Given entries below:

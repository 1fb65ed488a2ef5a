import { classNames } from '@/components/ui/class-names'

/** Where in a walk one is. */
export function StepList({ steps, current }: { steps: readonly string[]; current: number }) {
  return (
    <ol aria-label="Steps" className="mb-5 flex flex-wrap gap-x-8 gap-y-1 border-b border-line pb-2">
      {steps.map((step, index) => (
        <li
          key={step}
          aria-current={index === current ? 'step' : undefined}
          className={classNames(
            index === current && 'font-[640]',
            index > current && 'text-mute',
            index < current && 'text-soft',
          )}
        >
          {index + 1}. {step}
        </li>
      ))}
    </ol>
  )
}
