'use client'

import { useState } from 'react'
import useSWR from 'swr'
import { StudyActions } from '@/components/probes/study-actions'
import { StudyPlacing } from '@/components/probes/study-placing'
import type { PlacementDraft } from '@/components/probes/study-placing'
import { StudyView } from '@/components/probes/study-view'
import { useRecentReadings } from '@/components/probes/use-recent-readings'
import { useRequest } from '@/components/ui/use-request'
import type { TemperatureUnit } from '@/lib/format'
import { apiPath, callApi, getApi, tryApi } from '@/lib/http/api-client'
import { settlingRule } from '@/lib/probes/settling-rule'
import type { StudyDto } from '@/lib/probes/study-schema'
import type { SiteRules } from '@/lib/science/site-rules'

export type StudyConsoleProps = {
  study: StudyDto
  rules: SiteRules['checks']
  /** Below it no dose is made, °C. */
  baseTempC: number
  zone: string
  unit: TemperatureUnit
  signerName: string
  mayCheck: boolean
  mayAdopt: boolean
}

/** One study: follows both probes while it is open, and sends what is done; the parts draw. */
export function StudyConsole({
  study: first,
  rules,
  baseTempC,
  zone,
  unit,
  signerName,
  mayCheck,
  mayAdopt,
}: StudyConsoleProps) {
  const params = { id: first.id }
  const path = apiPath('/api/repeatability-studies/{id}', params)
  const { data: study = first, mutate } = useSWR(path, getApi<StudyDto>, {
    fallbackData: first,
    revalidateOnMount: false,
  })
  const isPlacing = study.state === 'open' && mayCheck
  const rule = settlingRule(rules)
  const placed = useRecentReadings(study.probe.id, rule, isPlacing)
  const fixed = useRecentReadings(study.reference.id, rule, isPlacing)
  const { isBusy, problem, send } = useRequest()
  // Kept until it is taken: sent again after a cut it is still one placement.
  const [nextId, setNextId] = useState<string>(() => crypto.randomUUID())

  const keep = (next: StudyDto) => mutate(next, { revalidate: false })

  async function place(draft: PlacementDraft): Promise<boolean> {
    const isTaken = await send(async () => {
      const body = { id: nextId, ...draft }
      await keep(
        await callApi<StudyDto>('POST', '/api/repeatability-studies/{id}/placements', { params, body }),
      )
    })
    if (isTaken) setNextId(crypto.randomUUID())
    return isTaken
  }

  async function act(verb: 'finish' | 'abandon' | 'adopt', body: Record<string, string>) {
    const { data, problem: refused } = await tryApi<StudyDto>(
      'POST',
      `/api/repeatability-studies/{id}/${verb}`,
      { params, body },
    )
    if (refused === null) await keep(data)
    return refused
  }

  async function strike(placementId: string, reason: string) {
    const { data, problem: refused } = await tryApi<StudyDto>(
      'POST',
      '/api/repeatability-studies/{id}/placements/{placementId}/strike',
      { params: { ...params, placementId }, body: { reason } },
    )
    if (refused === null) await keep(data)
    return refused
  }

  return (
    <StudyView
      study={study}
      zone={zone}
      unit={unit}
      onStrike={isPlacing ? strike : null}
      actions={
        <StudyActions
          study={study}
          signerName={signerName}
          mayCheck={mayCheck}
          mayAdopt={mayAdopt}
          onAct={act}
        />
      }
      placing={
        isPlacing ? (
          <StudyPlacing
            study={study}
            placed={placed}
            fixed={fixed}
            rule={rule}
            baseTempC={baseTempC}
            unit={unit}
            isBusy={isBusy}
            problem={problem}
            onPlace={place}
          />
        ) : null
      }
    />
  )
}
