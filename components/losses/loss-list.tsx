'use client'

import Link from 'next/link'
import { useState } from 'react'
import { Button } from '@/components/ui/button'
import { ConfirmDialog } from '@/components/ui/confirm-dialog'
import type { LossDto } from '@/lib/barrels/schema'
import { problemOf } from '@/lib/http/api-client'
import { LossDialog } from './loss-dialog'
import type { LossDraft } from './loss-draft'
import { draftOfLoss, newLossDraft } from './loss-draft'
import { LossLines } from './loss-lines'
import { lossWords } from './loss-words'
import { useLosses } from './use-losses'

/** The losses of a piece, with stave position and lot: noted, put right, taken back, and never forgotten. */
export function LossList({
  pieceId,
  firingId,
  woodLot,
  known,
  mayChange,
  canBreak,
  zone,
}: {
  pieceId: string
  /** A loss that is noted here is of this firing; null outside one. */
  firingId: string | null
  woodLot: string
  known: readonly LossDto[]
  mayChange: boolean
  canBreak: boolean
  zone: string
}) {
  const { losses, note, takeBack } = useLosses(pieceId, known)
  const [draft, setDraft] = useState<LossDraft | null>(null)
  const [doubted, setDoubted] = useState<LossDto | null>(null)
  const all = losses ?? []
  const begin = () =>
    setDraft(newLossDraft({ firingId, woodLot, kind: firingId === null ? 'leak' : 'blister' }))
  return (
    <section>
      <h2 className="mb-1">
        Losses
        {firingId === null ? null : (
          <Link
            href={`/barrels/${pieceId}`}
            className="ml-3 font-normal text-soft underline-offset-3 hover:underline"
          >
            all of this piece
          </Link>
        )}
      </h2>
      <div className="border-t border-line">
        {all.length === 0 ? (
          <p className="border-b border-line py-2 text-soft">
            None: nothing broke at the pull, no blister, no leak, no stave replaced.
          </p>
        ) : (
          <LossLines
            losses={all}
            zone={zone}
            firingId={firingId}
            actions={(loss) =>
              mayChange ? (
                <span className="flex gap-3 no-print">
                  <Button kind="quiet" onClick={() => setDraft(draftOfLoss(loss))}>
                    Put right<span className="sr-only">: {lossWords(loss)}</span>
                  </Button>
                  <Button kind="quiet" onClick={() => setDoubted(loss)}>
                    Take back<span className="sr-only">: {lossWords(loss)}</span>
                  </Button>
                </span>
              ) : null
            }
          />
        )}
      </div>
      {mayChange ? (
        <Button className="mt-3 no-print" onClick={begin}>
          Note a loss
        </Button>
      ) : null}
      {draft === null ? null : (
        <LossDialog
          key={draft.id}
          start={draft}
          canBreak={canBreak}
          onNote={note}
          onClose={() => setDraft(null)}
        />
      )}
      <ConfirmDialog
        isOpen={doubted !== null}
        onClose={() => setDoubted(null)}
        title="Take this loss back?"
        confirmLabel="Take back"
        isDanger
        reasonLabel="Why"
        onConfirm={async (reason) => {
          if (doubted === null) return null
          try {
            await takeBack(doubted.id, reason)
            setDoubted(null)
            return null
          } catch (error) {
            return problemOf(error)
          }
        }}
      >
        {doubted === null ? '' : lossWords(doubted)} It stays here, struck through, with your reason.
      </ConfirmDialog>
    </section>
  )
}
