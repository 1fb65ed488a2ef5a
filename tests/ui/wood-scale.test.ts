import { readFileSync } from 'node:fs'
import {
  converter,
  differenceCiede2000,
  filterDeficiencyDeuter,
  filterDeficiencyProt,
  formatHex,
  interpolate,
} from 'culori'
import { expect, test } from 'vitest'
import { woodColour, woodScalePixels, woodScalePosition } from '@/components/chart/wood-scale'

const css = readFileSync('app/globals.css', 'utf8')
const tokens = [...css.matchAll(/--wood-\d: (#[0-9a-f]{6});/g)].map((match) => match[1] ?? '')
const toLab = converter('lab65')
const difference = differenceCiede2000()

test('the kept table is the eight wood tokens interpolated in Oklab', () => {
  expect(tokens).toHaveLength(8)
  const scale = interpolate(tokens, 'oklab')
  for (let step = 0; step < 256; step += 1) expect(woodColour(step / 255)).toBe(formatHex(scale(step / 255)))
})

test('lightness falls from raw oak to char without a turn', () => {
  const lightness = Array.from({ length: 256 }, (_, step) => toLab(woodColour(step / 255))?.l ?? NaN)
  // A table of eight-bit colours may stand still for one step, never rise by more than its rounding.
  for (let i = 1; i < 256; i += 1) expect(lightness[i]).toBeLessThanOrEqual((lightness[i - 1] ?? NaN) + 0.15)
  for (let i = 4; i < 256; i += 4) expect(lightness[i]).toBeLessThan(lightness[i - 4] ?? NaN)
})

test('steps of one part in 32 are even: CIEDE2000 2.0 to 3.2, within the rounding of eight-bit colours', () => {
  for (let i = 0; i < 32; i += 1) {
    const step = difference(woodColour(i / 32), woodColour((i + 1) / 32))
    expect(step).toBeGreaterThanOrEqual(2.0 - 0.35)
    expect(step).toBeLessThanOrEqual(3.2 + 0.35)
  }
  const exact = interpolate(tokens, 'oklab')
  for (let i = 0; i < 32; i += 1) {
    const step = difference(exact(i / 32), exact((i + 1) / 32))
    expect(step).toBeGreaterThanOrEqual(2.0)
    expect(step).toBeLessThanOrEqual(3.2)
  }
})

/** Machado, Oliveira and Fernandes (2009), severity 1, as culori has them. */
test.each([
  ['red-blind', filterDeficiencyProt(1)],
  ['green-blind', filterDeficiencyDeuter(1)],
])('each step is still seen by a %s eye, finely as far as dark toast', (_, see) => {
  const exact = interpolate(tokens, 'oklab')
  for (let i = 0; i < 32; i += 1) {
    const from = see(exact(i / 32))
    const to = see(exact((i + 1) / 32))
    if (from === undefined || to === undefined) throw new Error('no colour')
    expect(difference(from, to)).toBeGreaterThan(i < 28 ? 1.7 : 1)
  }
})

test('position follows u = (log10 E + 2.6)/5 and stays on the scale', () => {
  expect(woodScalePosition(-2.6)).toBe(0)
  expect(woodScalePosition(2.4)).toBe(1)
  expect(woodScalePosition(-0.1)).toBeCloseTo(0.5, 12)
  expect(woodScalePosition(-Infinity)).toBe(0)
  expect(woodScalePosition(9)).toBe(1)
  expect(woodScalePosition(NaN)).toBe(0)
})

test('pixels are the same colours, opaque', () => {
  const pixels = woodScalePixels()
  const bytes = new Uint8Array(pixels.buffer)
  for (const step of [0, 100, 255]) {
    const [red, green, blue, alpha] = bytes.subarray(step * 4, step * 4 + 4)
    expect(woodColour(step / 255)).toBe(
      `#${[red, green, blue].map((byte) => (byte ?? 0).toString(16).padStart(2, '0')).join('')}`,
    )
    expect(alpha).toBe(255)
  }
})
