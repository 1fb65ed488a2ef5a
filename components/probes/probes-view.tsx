import { NewProbe } from '@/components/probes/probe-dialog'
import { ProbeTable } from '@/components/probes/probe-table'
import { RoomTabs } from '@/components/probes/room-tabs'
import { Notice } from '@/components/ui/notice'
import { PageHead } from '@/components/ui/page-head'
import { Pager } from '@/components/ui/pager'
import { SearchForm } from '@/components/ui/search-form'
import { changeQuery, nextPageHref } from '@/components/ui/url-query'
import { formatCount } from '@/lib/format'
import type { TemperatureUnit } from '@/lib/format'
import type { ProbesPage } from '@/lib/probes/get-probes-page'
import { usualRoles } from '@/lib/probes/schema'

const any = { value: '', label: 'Any' }

/** What reads the wood and the coals, with what is out of date first said. */
export function ProbesView({
  page,
  values,
  faults,
  unit,
}: {
  page: ProbesPage
  values: Readonly<Record<string, string>>
  faults: readonly string[]
  unit: TemperatureUnit
}) {
  const hearths = page.hearths.map(({ id, number }) => ({ value: id, label: String(number) }))
  return (
    <>
      <PageHead
        title="Probes"
        sub={`What reads the room. Times in ${page.timeZone}.`}
        verdict={
          page.overdueCount === 0 ? undefined : (
            <span className="text-amber">{formatCount(page.overdueCount, 'check')} overdue</span>
          )
        }
        actions={page.mayWrite ? <NewProbe choices={page} /> : undefined}
      />
      <RoomTabs current="probes" />
      <SearchForm
        action="/probes"
        values={values}
        hint="Name, serial, gateway"
        selects={[
          { name: 'hearthId', label: 'Hearth', options: [any, ...hearths], fallback: '' },
          {
            name: 'role',
            label: 'Role',
            options: [any, ...usualRoles.map((role) => ({ value: role, label: role }))],
            fallback: '',
          },
          {
            name: 'due',
            label: 'Checks',
            options: [
              any,
              { value: 'overdue', label: 'overdue or never' },
              { value: 'soon', label: 'due soon' },
            ],
            fallback: '',
          },
          {
            name: 'state',
            label: 'State',
            options: [
              { value: '', label: 'in use' },
              { value: 'retired', label: 'retired' },
              { value: 'all', label: 'all' },
            ],
            fallback: '',
          },
        ]}
      />
      {faults.map((fault) => (
        <Notice key={fault} className="mb-3">
          {fault}
        </Notice>
      ))}
      <ProbeTable page={page} values={values} unit={unit} />
      <Pager
        firstHref={
          values['cursor'] === undefined ? undefined : changeQuery('/probes', values, { cursor: null })
        }
        nextHref={nextPageHref('/probes', values, page.probes.nextCursor)}
      />
    </>
  )
}
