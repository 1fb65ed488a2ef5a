import { Facts } from '@/components/ui/facts'
import { Time } from '@/components/ui/time'
import { formatAge, formatCount, formatNumber } from '@/lib/format'
import type { GatewayDetailDto } from '@/lib/probes/schema'

/** What a gateway last said of itself, and how its clock stands. */
export function GatewayFacts({
  gateway,
  zone,
  nowMs,
}: {
  gateway: GatewayDetailDto
  zone: string
  nowMs: number
}) {
  const { status, lastSeenAt, clockOffsetMs } = gateway
  const facts = [
    {
      name: 'Last heard of',
      value:
        lastSeenAt === null ? (
          'never'
        ) : (
          <>
            {formatAge((nowMs - Date.parse(lastSeenAt)) / 1000)} ago, <Time at={lastSeenAt} zone={zone} />
          </>
        ),
    },
    { name: 'Its clock', value: clockWords(clockOffsetMs) },
    { name: 'Waits on its disk', value: spoolWords(gateway, nowMs) },
    { name: 'Its program', value: programWords(status) },
    { name: 'Refused in all', value: formatCount(gateway.refusedCount, 'reading') },
    { name: 'Declared lost in all', value: formatCount(gateway.lostCount, 'reading') },
    { name: 'Past instants', value: gateway.mayReplay ? 'may send them' : 'refused after 48 h' },
    { name: 'Registered', value: <Time at={gateway.createdAt} zone={zone} style="date" /> },
  ]
  return <Facts isRuled facts={facts} />
}

function clockWords(offsetMs: number | null): string {
  if (offsetMs === null) return 'not known yet'
  const offsetS = offsetMs / 1000
  if (Math.abs(offsetS) < 0.05) return 'with ours'
  const by = `${formatNumber(Math.abs(offsetS), 1)} s ${offsetS > 0 ? 'behind' : 'ahead of'} ours`
  return `${by}, put right here`
}

function spoolWords({ status }: GatewayDetailDto, nowMs: number): string {
  if (status === null) return 'not told: its program says nothing of it'
  const { spooledReadings, spooledBytes, oldestUnsentAt } = status
  if (spooledReadings === 0) return 'nothing'
  const oldest =
    oldestUnsentAt === null
      ? ''
      : `, the oldest from ${formatAge((nowMs - Date.parse(oldestUnsentAt)) / 1000)} ago`
  return `${formatCount(spooledReadings, 'reading')}, ${formatNumber(spooledBytes / 1024, 0)} KiB${oldest}`
}

function programWords(status: GatewayDetailDto['status']): string {
  if (status === null) return 'not told'
  return `version ${status.programVersion}, running for ${formatAge(status.uptimeS)}`
}
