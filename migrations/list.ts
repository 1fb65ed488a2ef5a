import { M0001AccountsSiteAudit } from './m0001-accounts-site-audit'
import { M0002HearthsGatewaysProbes } from './m0002-hearths-gateways-probes'
import { M0003Recipes } from './m0003-recipes'
import { M0004BatchesPieces } from './m0004-batches-pieces'
import { M0005FiringsMarks } from './m0005-firings-marks'
import { M0006ReadingsSeals } from './m0006-readings-seals'
import { M0007Scores } from './m0007-scores'
import { M0008Markers } from './m0008-markers'
import { M0009GatewayEnrolmentProbeHistory } from './m0009-gateway-enrolment-probe-history'
import { M0010Alarms } from './m0010-alarms'
import { M0011PhotosLossesConditions } from './m0011-photos-losses-conditions'
import { M0012DevicesPins } from './m0012-devices-pins'
import { M0013Sequence } from './m0013-sequence'

/** In the order in which they run; a landed migration is never edited. */
export const migrationsList = [
  { name: 'm0001-accounts-site-audit', class: M0001AccountsSiteAudit },
  { name: 'm0002-hearths-gateways-probes', class: M0002HearthsGatewaysProbes },
  { name: 'm0003-recipes', class: M0003Recipes },
  { name: 'm0004-batches-pieces', class: M0004BatchesPieces },
  { name: 'm0005-firings-marks', class: M0005FiringsMarks },
  { name: 'm0006-readings-seals', class: M0006ReadingsSeals },
  { name: 'm0007-scores', class: M0007Scores },
  { name: 'm0008-markers', class: M0008Markers },
  { name: 'm0009-gateway-enrolment-probe-history', class: M0009GatewayEnrolmentProbeHistory },
  { name: 'm0010-alarms', class: M0010Alarms },
  { name: 'm0011-photos-losses-conditions', class: M0011PhotosLossesConditions },
  { name: 'm0012-devices-pins', class: M0012DevicesPins },
  { name: 'm0013-sequence', class: M0013Sequence },
]
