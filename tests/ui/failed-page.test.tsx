import { cleanup, render, screen } from '@testing-library/react'
import { afterEach, describe, expect, it, vi } from 'vitest'
import { FailedPage } from '@/components/ui/failed-page'

afterEach(() => {
  cleanup()
  vi.unstubAllGlobals()
})

describe('a page that failed', () => {
  it('says that the database is not answering when that is why', async () => {
    vi.stubGlobal('fetch', vi.fn().mockResolvedValue(new Response(null, { status: 503 })))
    render(<FailedPage title="This page did not come up" onRetry={() => {}} />)
    expect(await screen.findByRole('heading', { name: 'The database is not answering' })).toBeTruthy()
    expect(screen.getByText(/nothing is lost/)).toBeTruthy()
  })

  it('says the number of the log line when it is something else', async () => {
    const asked = vi.fn().mockResolvedValue(new Response(null, { status: 200 }))
    vi.stubGlobal('fetch', asked)
    render(<FailedPage title="This page did not come up" number="1234" onRetry={() => {}} />)
    await vi.waitFor(() => expect(asked).toHaveBeenCalled())
    expect(screen.getByRole('heading', { name: 'This page did not come up' })).toBeTruthy()
    expect(screen.getByText(/the number 1234/)).toBeTruthy()
  })
})
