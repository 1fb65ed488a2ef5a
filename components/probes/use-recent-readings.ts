'use client'

import useSWR from 'swr'
import { apiPath, getApi } from '@/lib/http/api-client'
import type { RecentReadingsDto } from '@/lib/probes/schema'
import type { Settling, SettlingRule } from '@/lib/science/stability'
import { settlingOf } from '@/lib/science/stability'

const everyMs = 1_000
const seconds = 150

export type RecentReadings = {
  /** Null until the first answer. */
  readings: RecentReadingsDto | null
  settling: Settling | null
  /** The server does not answer: what is shown is not of now. */
  isCut: boolean
}

/** What a probe says, asked for every second while it is wanted, and whether it has settled. */
export function useRecentReadings(probeId: string, rule: SettlingRule, isWanted: boolean): RecentReadings {
  const path = apiPath('/api/probes/{id}/recent-readings', { id: probeId }, { seconds })
  const { data, error } = useSWR(isWanted ? path : null, getApi<RecentReadingsDto>, {
    refreshInterval: everyMs,
    // While the server is away the same question is asked again each second, not ever more seldom.
    onErrorRetry: (_error, _key, _config, revalidate, { retryCount }) => {
      setTimeout(() => void revalidate({ retryCount }), everyMs)
    },
    dedupingInterval: everyMs / 2,
  })
  const readings = data ?? null
  return {
    readings,
    settling: readings === null ? null : settlingOfReadings(readings, rule),
    isCut: error !== undefined,
  }
}

export function settlingOfReadings({ nowMs, atMs, tempC }: RecentReadingsDto, rule: SettlingRule): Settling {
  const timeS = atMs.map((at) => (at - nowMs) / 1000)
  // Readings of a clock that stands a little ahead are of now.
  const nowS = Math.max(0, timeS.at(-1) ?? 0)
  return settlingOf(
    timeS,
    tempC.map((one) => one ?? NaN),
    nowS,
    rule,
  )
}
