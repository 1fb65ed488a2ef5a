import { cleanup, fireEvent, render, screen } from '@testing-library/react'
import fc from 'fast-check'
import { afterEach, describe, expect, test, vi } from 'vitest'
import { siteInstant } from '@/components/conditions/site-instant'
import { FiresideFinish } from '@/components/live/fireside-finish'
import type { FinishWords } from '@/components/live/fireside-finish'
import { startItems } from '@/components/live/room-start-list'
import { draftFaults, lossBody, newLossDraft } from '@/components/losses/loss-draft'
import type { LossDraft } from '@/components/losses/loss-draft'
import { lossWords } from '@/components/losses/loss-words'
import { wordsOf } from '@/components/site/word-list'
import { blisterPlaces, lossKinds, replacedWhens } from '@/lib/barrels/loss-kinds'
import { addLossSchema } from '@/lib/barrels/schema'
import type { LossDto } from '@/lib/barrels/schema'

afterEach(cleanup)

const siteWords = { colour: ['honey', 'walnut'], smell: ['crust', 'resin'] }

function renderFinish(onFinish: (words: FinishWords) => void, unit: 'C' | 'F' = 'C') {
  // happy-dom has no modal dialogs; what is in one is what is tested.
  HTMLDialogElement.prototype.showModal = function () {
    this.open = true
  }
  return render(
    <FiresideFinish
      unit={unit}
      siteWords={siteWords}
      isBusy={false}
      problem={null}
      waitingCount={0}
      losses={<p>losses stand here</p>}
      photos={<p>photos stand here</p>}
      onFinish={onFinish}
      onClose={() => undefined}
    />,
  )
}

describe('the finish', () => {
  test('offers the site’s own words, and a touch on one is what is kept', () => {
    const onFinish = vi.fn<(words: FinishWords) => void>()
    renderFinish(onFinish)
    for (const word of [...siteWords.colour, ...siteWords.smell]) {
      expect(screen.getByRole('button', { name: word })).toBeDefined()
    }
    fireEvent.click(screen.getByRole('button', { name: 'walnut' }))
    fireEvent.click(screen.getByRole('button', { name: 'resin' }))
    fireEvent.click(screen.getByRole('button', { name: 'Finish' }))
    expect(onFinish).toHaveBeenCalledWith({
      colour: 'walnut',
      smell: 'resin',
      outsideTempC: null,
      remarks: '',
    })
  })

  test('takes any other words, and takes a word back by a second touch', () => {
    const onFinish = vi.fn<(words: FinishWords) => void>()
    renderFinish(onFinish)
    fireEvent.change(screen.getByLabelText(/Colour/), { target: { value: ' as an old shoe ' } })
    fireEvent.click(screen.getByRole('button', { name: 'crust' }))
    fireEvent.click(screen.getByRole('button', { name: 'crust' }))
    fireEvent.click(screen.getByRole('button', { name: 'Finish' }))
    expect(onFinish.mock.calls[0]?.[0]).toMatchObject({ colour: 'as an old shoe', smell: null })
  })

  test('reads the outside temperature in the person’s unit and keeps °C', () => {
    const onFinish = vi.fn<(words: FinishWords) => void>()
    renderFinish(onFinish, 'F')
    fireEvent.change(screen.getByLabelText(/Outside/), { target: { value: '140' } })
    fireEvent.click(screen.getByRole('button', { name: 'Finish' }))
    expect(onFinish.mock.calls[0]?.[0].outsideTempC).toBeCloseTo(60, 6)
  })

  test('has its caution, and the photos and losses beside it', () => {
    renderFinish(() => undefined)
    expect(screen.getByText(/Follow local code and the responsible person\.$/)).toBeDefined()
    expect(screen.getByText('losses stand here')).toBeDefined()
    expect(screen.getByText('photos stand here')).toBeDefined()
  })
})

const uuid = '7b0c8c1e-1111-4a7e-9c52-2a1f6f1d0001'
const draft = fc.record({
  kind: fc.constantFrom(...lossKinds),
  firingId: fc.constantFrom(null, uuid),
  stavePosition: fc.option(fc.integer({ min: 1, max: 60 }), { nil: null }),
  woodLot: fc.constantFrom('L1', ''),
  blisterPlace: fc.option(fc.constantFrom(...blisterPlaces), { nil: null }),
  blisterSizeMm: fc.option(fc.integer({ min: 1, max: 500 }), { nil: null }),
  replacedWhen: fc.option(fc.constantFrom(...replacedWhens), { nil: null }),
  replacementLot: fc.constantFrom('L2', ''),
  isUntoasted: fc.boolean(),
  replacementToast: fc.constantFrom('medium', ''),
})

describe('a loss while it is written', () => {
  test('law: the form finds no fault exactly when the server finds none', () => {
    fc.assert(
      fc.property(draft, (part) => {
        const whole: LossDraft = {
          ...newLossDraft({ firingId: null, woodLot: 'L1', kind: 'leak' }),
          ...part,
        }
        const isFaultless = Object.keys(draftFaults(whole)).length === 0
        expect(addLossSchema.safeParse(lossBody(whole)).success).toBe(isFaultless)
      }),
      { seed: 20270314, numRuns: 300 },
    )
  })

  test('sends nothing that belongs to another kind, whatever was touched before', () => {
    const whole: LossDraft = {
      ...newLossDraft({ firingId: uuid, woodLot: 'L1', kind: 'blister' }),
      blisterPlace: 'bilge',
      blisterSizeMm: 20,
      replacedWhen: 'after the toast',
      kind: 'leak',
    }
    expect(lossBody(whole)).toMatchObject({
      blisterPlace: null,
      blisterSizeMm: null,
      replacedWhen: null,
      replacementLot: null,
      replacementToast: null,
    })
  })

  test('is said in one sentence', () => {
    const loss: LossDto = {
      id: uuid,
      pieceId: uuid,
      firingId: uuid,
      kind: 'stave replaced',
      stavePosition: 12,
      woodLot: 'L1',
      blisterPlace: null,
      blisterSizeMm: null,
      replacedWhen: 'after the toast',
      replacementLot: 'L2',
      replacementToast: 'untoasted',
      words: '',
      at: '2027-03-14T13:41:00.000Z',
      by: 'T. Okafor',
      ended: null,
    }
    expect(lossWords(loss)).toBe('Stave 12: replaced after the toast by one of lot L2, untoasted.')
    expect(lossWords({ ...loss, kind: 'leak', stavePosition: null })).toBe('Leak, no stave known.')
  })
})

describe('beside the fire', () => {
  test('the start list says what today’s record has of carbon monoxide, and what decides', () => {
    const line = 'No CO reading today. The alarm you wear decides.'
    const item = startItems(null, null, 'UTC', line).find((one) => one.id === 'carbon-monoxide')
    expect(item?.more).toMatch(
      /An 8-hour mean is no alarm\. No CO reading today\. The alarm you wear decides\.$/,
    )
  })

  test('a time is taken in the site’s zone, summer and winter', () => {
    expect(siteInstant('2027-03-14', '13:41', 'Europe/Paris')).toBe('2027-03-14T12:41:00.000Z')
    expect(siteInstant('2027-07-14', '13:41', 'Europe/Paris')).toBe('2027-07-14T11:41:00.000Z')
    expect(siteInstant('2027-07-14', '25:00', 'Europe/Paris')).toBeNull()
  })

  test('words are a line each, and empty lines are none', () => {
    expect(wordsOf(' straw \n\n gold\n')).toEqual(['straw', 'gold'])
  })
})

End of Given entries.

◆ **Exercise goal**:
Find each line in the data above with the word "ProbesPage", then copy it.

◆ **Finished exercise**:
import type { ProbesPage } from '@/lib/probes/get-probes-page'
  page: ProbesPage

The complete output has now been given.